*What you are asked to do*: All that should come back is the lines of the data below from the one containing "from hypothesis import strategies as st" to the one containing "np.array([[True, False, False]]))", inclusive, exactly as they stand.

Collected data:
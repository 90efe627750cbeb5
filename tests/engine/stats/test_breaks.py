"""A drop on a rise is found; a rise, straight or bent, is not called a change."""

import numpy as np
import pytest

from engine.stats.breaks import line_and_step, one_break, pettitt

# Two climbs of the same slope with a drop between them; constructed.
CLIMBS = [2.02, 2.07, 2.21, 2.33, 2.38, 2.5, 2.01, 2.08, 2.23, 2.29, 2.42, 2.47]


def test_a_drop_between_two_climbs_is_found_where_it_is():
    """Least squares by hand: slope .0975714, drop -.587095 after six readings."""
    step = line_and_step(np.arange(12), CLIMBS, seed=1)
    assert step.at == 6
    assert (step.after_x, step.before_x) == (5, 6)
    assert step.slope == pytest.approx(0.09757142857)
    assert step.drop == pytest.approx(-0.5870952381)
    assert step.p < 0.01
    assert (step.exact, step.seed) == (False, 1)


@pytest.mark.parametrize("n", [8, 12, 20, 40])
def test_a_straight_rise_is_never_a_change(n):
    """Where Pettitt's test, made for levels, does call it one."""
    rise = 2 + 0.1 * np.arange(n)
    assert line_and_step(np.arange(n), rise).p == 1.0
    if n >= 12:
        assert pettitt(rise).p < 0.05


@pytest.mark.parametrize("bend", [2.0, 3.0, 0.5])
def test_a_rise_that_only_bends_is_never_a_change(bend):
    t = np.arange(15) / 14
    step = line_and_step(t, 2 + 3 * t**bend)
    assert step.at is None
    assert step.p == 1.0


def test_a_step_up_is_not_a_filter_change():
    y = np.r_[np.full(6, 2.0), np.full(6, 3.0)] + np.tile([0.01, -0.01], 6)
    assert not line_and_step(np.arange(12), y).p < 0.05


def test_eight_readings_are_tried_in_every_order():
    y = [2.0, 2.1, 2.25, 2.3, 2.0, 2.15, 2.2, 2.33]
    step = line_and_step(np.arange(8), y)
    assert step.exact
    assert step.arrangements_count == 40_320
    assert step.seed is None


def test_the_same_seed_gives_the_same_p():
    noisy = CLIMBS + np.random.default_rng(5).normal(0, 0.2, 12)
    first = line_and_step(np.arange(12), noisy, seed=7)
    assert first == line_and_step(np.arange(12), noisy, seed=7)


def test_too_few_readings_are_not_searched():
    step = line_and_step(range(7), CLIMBS[:7])
    assert step.refusal == "too few readings to look for a change"
    assert np.isnan(step.p)


def test_readings_of_one_moment_are_not_searched():
    step = line_and_step([4.0] * 9, CLIMBS[:9])
    assert step.refusal == "all readings were taken at one time"


COURSES = {
    "straight": lambda t: 0.01 * t,
    "speeding up": lambda t: 0.00012 * t**2,
    "level": lambda t: 0 * t,
}


@pytest.mark.parametrize("course", COURSES)
def test_false_alarms_stay_near_the_level_asked_for(course):
    """300 filters without a change, the level 5 %; four standard errors."""
    rng = np.random.default_rng(11)
    t = np.arange(14) * 8.0
    alarms = sum(
        line_and_step(t, 2.2 + COURSES[course](t) + rng.normal(0, 0.1, 14)).p <= 0.05
        for _ in range(300)
    )
    assert alarms / 300 < 0.05 + 4 * np.sqrt(0.05 * 0.95 / 300)


def test_a_bend_taken_for_a_straight_line_would_read_as_a_change():
    """Why the rise may bend: the same readings alarm far too often without it."""
    rng = np.random.default_rng(11)
    t = np.arange(20) * 8.0
    alarms = sum(
        line_and_step(
            t, 2.2 + 0.00006 * t**2 + rng.normal(0, 0.1, 20), may_bend=False
        ).p
        <= 0.05
        for _ in range(100)
    )
    assert alarms > 20


def test_one_break_of_a_level_series_without_noise():
    found = one_break(np.r_[np.zeros(10), np.ones(12)])
    assert (found.at, found.low, found.high) == (10, 10, 10)
    assert (found.mean_before, found.mean_after) == (0, 1)


def test_the_interval_of_a_break_covers_as_often_as_it_says():
    """Bai's law by simulation, spreads differing: 300 series, four standard errors."""
    rng = np.random.default_rng(3)
    inside = 0
    for _ in range(300):
        y = np.r_[rng.normal(0, 1, 60), rng.normal(1.2, 1.5, 60)]
        found = one_break(y)
        inside += found.low <= 60 <= found.high
    assert inside / 300 > 0.95 - 4 * np.sqrt(0.95 * 0.05 / 300)


def test_short_level_series_have_no_break():
    assert one_break([1.0, 2.0, 3.0]).refusal == "too few values for two segments"
    assert pettitt([1.0]).refusal == "fewer than two values"
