"""Aerosol or water: made filters whose rise has a known cause."""

import numpy as np
import pytest

from engine.stats.loading import loading_shares


def made(rate_per_dose, rate_per_humid_h, filters=30, seed=1, noise=0.05):
    """Filters with their own pace of aerosol and of humid hours, read ten times."""
    rng = np.random.default_rng(seed)
    hours = np.sort(rng.uniform(0, 120, (filters, 10)), axis=1)
    dose = hours * rng.gamma(1.0, 0.05, (filters, 1))
    humid = hours * rng.choice([0.0, 1.0], (filters, 1), p=[0.3, 0.7])
    y = 2.2 + rate_per_dose * dose + rate_per_humid_h * humid
    y = y + rng.normal(0, noise, y.shape)
    owner = np.repeat(np.arange(filters), 10)
    return owner, y.ravel(), dose.ravel(), humid.ravel()


def test_a_rise_from_aerosol_alone_points_to_aerosol():
    owner, y, dose, humid = made(0.3, 0.0)
    done = loading_shares(owner, owner, y, dose, humid)
    assert done.rate_per_dose == pytest.approx(0.3, rel=0.1)
    assert done.rate_per_humid_h_low <= 0 <= done.rate_per_humid_h_high
    assert set(done.verdict) <= {"aerosol", "cannot_tell"}
    assert (done.verdict == "aerosol").mean() > 0.8


def test_a_rise_from_water_alone_points_to_water():
    owner, y, dose, humid = made(0.0, 0.015)
    done = loading_shares(owner, owner, y, dose, humid)
    assert done.rate_per_humid_h == pytest.approx(0.015, rel=0.1)
    assert "aerosol" not in set(done.verdict)
    assert (done.verdict == "water").sum() > 15


def test_the_share_of_a_mixed_rise_lies_in_its_interval():
    """Truth by arithmetic from the rates the readings were made with."""
    owner, y, dose, humid = made(0.2, 0.01, filters=60)
    done = loading_shares(owner, owner, y, dose, humid)
    spans = [
        (np.ptp(dose[owner == f]) * 0.2, np.ptp(humid[owner == f]) * 0.01)
        for f in done.filters
    ]
    truth = np.array([a / (a + w) for a, w in spans])
    inside = (done.low - 1e-6 <= truth) & (truth <= done.high + 1e-6)
    assert inside.mean() > 0.85


def test_filters_that_do_not_load_cannot_tell():
    owner, y, dose, humid = made(0.0, 0.0)
    done = loading_shares(owner, owner, y, dose, humid)
    assert (done.verdict == "cannot_tell").all()


@pytest.mark.parametrize("count", [0, 1, 4])
def test_too_few_filters_cannot_tell(count):
    owner, y, dose, humid = made(0.3, 0.01, filters=max(count, 1))
    kept = owner < count
    done = loading_shares(owner[kept], owner[kept], y[kept], dose[kept], humid[kept])
    assert done.refusal
    assert (done.verdict == "cannot_tell").all()


def test_without_humid_hours_anywhere_they_cannot_be_told_apart():
    owner, y, dose, humid = made(0.3, 0.0)
    done = loading_shares(owner, owner, y, dose, humid * 0)
    assert done.refusal == "no aerosol or no humid hours to tell the two apart"


def test_the_same_seed_gives_the_same_shares():
    owner, y, dose, humid = made(0.2, 0.01)
    first = loading_shares(owner, owner, y, dose, humid, seed=4)
    second = loading_shares(owner, owner, y, dose, humid, seed=4)
    assert np.array_equal(first.share, second.share, equal_nan=True)


def test_readings_with_anything_missing_are_left_out():
    owner, y, dose, humid = made(0.2, 0.01)
    y[:3] = np.nan
    dose[5] = np.nan
    assert loading_shares(owner, owner, y, dose, humid).readings_count == len(y) - 4
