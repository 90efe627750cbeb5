"""Lives of filters: the curve by hand, and every way to have none."""

import numpy as np
import pytest

from engine.stats.lifetimes import kaplan_meier, log_rank


def test_a_small_curve_by_hand():
    """Ends at 2, 4, 4; changed early at 3 and 6: 4/5, then 4/5 x 1/3."""
    lives = kaplan_meier([2, 3, 4, 4, 6], [True, False, True, True, False])
    assert list(lives.curve["hours"]) == [2, 4]
    assert lives.curve["surviving_frac"].to_numpy() == pytest.approx([0.8, 4 / 15])
    assert lives.median_h == 4
    assert (lives.lives_count, lives.ended_count) == (5, 3)


def test_greenwoods_variance_by_hand():
    """First step: se = S sqrt(d / (n (n - d))) = .8 sqrt(1 / 20)."""
    lives = kaplan_meier([2, 3, 4, 4, 6], [True, False, True, True, False])
    assert lives.curve["se"].iloc[0] == pytest.approx(0.8 * np.sqrt(1 / 20))


def test_the_interval_stays_between_none_and_all():
    lives = kaplan_meier(np.arange(1, 9), np.ones(8, bool))
    assert (lives.curve["low"] >= 0).all()
    assert (lives.curve["high"] <= 1).all()


def test_a_median_not_reached_is_none():
    lives = kaplan_meier([5, 9, 9, 9], [True, False, False, False])
    assert lives.median_h is None


@pytest.mark.parametrize(
    ("hours", "ended", "why"),
    [
        ([], [], "no lives to follow"),
        ([4.0, 5.0], [False, False], "no life ended while watched"),
        ([0.0, np.nan], [True, True], "no lives to follow"),
    ],
)
def test_no_curve_has_its_reason(hours, ended, why):
    lives = kaplan_meier(hours, ended)
    assert lives.refusal == why
    assert lives.curve.empty


def test_groups_that_cannot_be_compared_say_so():
    assert log_rank([1, 2], [True, True], ["a", "a"]).refusal == "only one group"
    none = log_rank([1, 2], [False, False], ["a", "b"])
    assert none.refusal == "no life ended while watched"
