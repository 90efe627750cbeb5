"""Hidden cells: none can be worked out from the totals beside the table."""

import numpy as np
import pytest
from hypothesis import given
from hypothesis import strategies as st
from hypothesis.extra.numpy import arrays

from engine.stats.cells import hidden_cells


def test_one_small_cell_takes_a_partner_in_its_row_and_column():
    hidden = hidden_cells(
        [[5, 40, 50], [30, 60, 70], [20, 22, 90]], [[1, 0, 0], [0] * 3, [0] * 3]
    )
    assert hidden[0, 0]
    assert (hidden.sum(axis=1)[hidden.any(axis=1)] >= 2).all()
    assert (hidden.sum(axis=0)[hidden.any(axis=0)] >= 2).all()


def test_a_zero_may_be_shown():
    assert not hidden_cells([[0, 40], [30, 60]], [[1, 0], [0, 0]]).any()


@given(arrays(int, (3, 4), elements=st.integers(0, 60)))
def test_no_hidden_cell_is_alone_in_its_row_or_column(count):
    small = (count > 0) & (count < 11)
    hidden = hidden_cells(count, small)
    assert hidden[small].all()
    for axis, length in ((1, 4), (0, 3)):
        shut = hidden.sum(axis=axis)
        lonely = (shut == 1) & (shut < length)
        assert not lonely.any()


def test_a_table_of_one_row_hides_two():
    hidden = hidden_cells(np.array([[5, 40, 50]]), np.array([[True, False, False]]))
    assert hidden.sum() == pytest.approx(2)
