"""Charts drawn, and what a drawn chart says of the rest."""

import numpy as np
import pytest

from engine.stats.sampling import (
    allotted,
    charts_to_find_one,
    drawn,
    predictive,
    stratified_share,
)


def test_every_stratum_gives_some_and_none_more_than_it_has():
    given = allotted([100, 10, 3, 0], 20, 2)
    assert given.sum() == 20
    assert (given <= [100, 10, 3, 0]).all()
    assert (given[:3] >= 2).all()


def test_more_charts_than_there_are_takes_all():
    assert allotted([3, 4], 50, 2).tolist() == [3, 4]


def test_the_order_ids_arrive_in_does_not_matter():
    ids = [f"T{i}" for i in range(50)]
    assert drawn(ids, 10, 3).tolist() == drawn(ids[::-1], 10, 3).tolist()


def test_twelve_hundred_draws_take_each_chart_alike():
    ids = [f"T{i:02d}" for i in range(20)]
    seen = np.zeros(20)
    for seed in range(1200):
        seen += np.isin(ids, drawn(ids, 5, seed))
    assert seen / 1200 == pytest.approx(0.25, abs=4 * np.sqrt(0.25 * 0.75 / 1200))


def test_a_whole_read_leaves_no_doubt():
    assert stratified_share([20, 30], [20, 30], [5, 6]).se == pytest.approx(0)


def test_thirteen_of_two_hundred_find_one_in_five():
    """Exact hypergeometric; a common approximation says 15 (R epiR help)."""
    assert charts_to_find_one(200, 40) == 13


def test_without_unflagged_charts_sensitivity_is_not_known():
    found = predictive(100, 20, 15)
    assert found.confirmed_frac == 0.75
    assert found.sensitivity is None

*Finished exercise*:
from hypothesis import strategies as st
from hypothesis.extra.numpy import arrays

from engine.stats.cells import hidden_cells


def test_one_small_cell_takes_a_partner_in_its_row_and_column():
    hidden = hidden_cells(
        [[5, 40, 50], [30, 60, 70], [20, 22, 90]], [[1, 0, 0], [0] * 3, [0] * 3]
    )
    assert hidden[0, 0]
    assert (hidden.sum(axis=1)[hidden.any(axis=1)] >= 2).all()
    assert (hidden.sum(axis=0)[hidden.any(axis=0)] >= 2).all()


def test_a_zero_may_be_shown():
    assert not hidden_cells([[0, 40], [30, 60]], [[1, 0], [0, 0]]).any()


@given(arrays(int, (3, 4), elements=st.integers(0, 60)))
def test_no_hidden_cell_is_alone_in_its_row_or_column(count):
    small = (count > 0) & (count < 11)
    hidden = hidden_cells(count, small)
    assert hidden[small].all()
    for axis, length in ((1, 4), (0, 3)):
        shut = hidden.sum(axis=axis)
        lonely = (shut == 1) & (shut < length)
        assert not lonely.any()


def test_a_table_of_one_row_hides_two():
    hidden = hidden_cells(np.array([[5, 40, 50]]), np.array([[True, False, False]]))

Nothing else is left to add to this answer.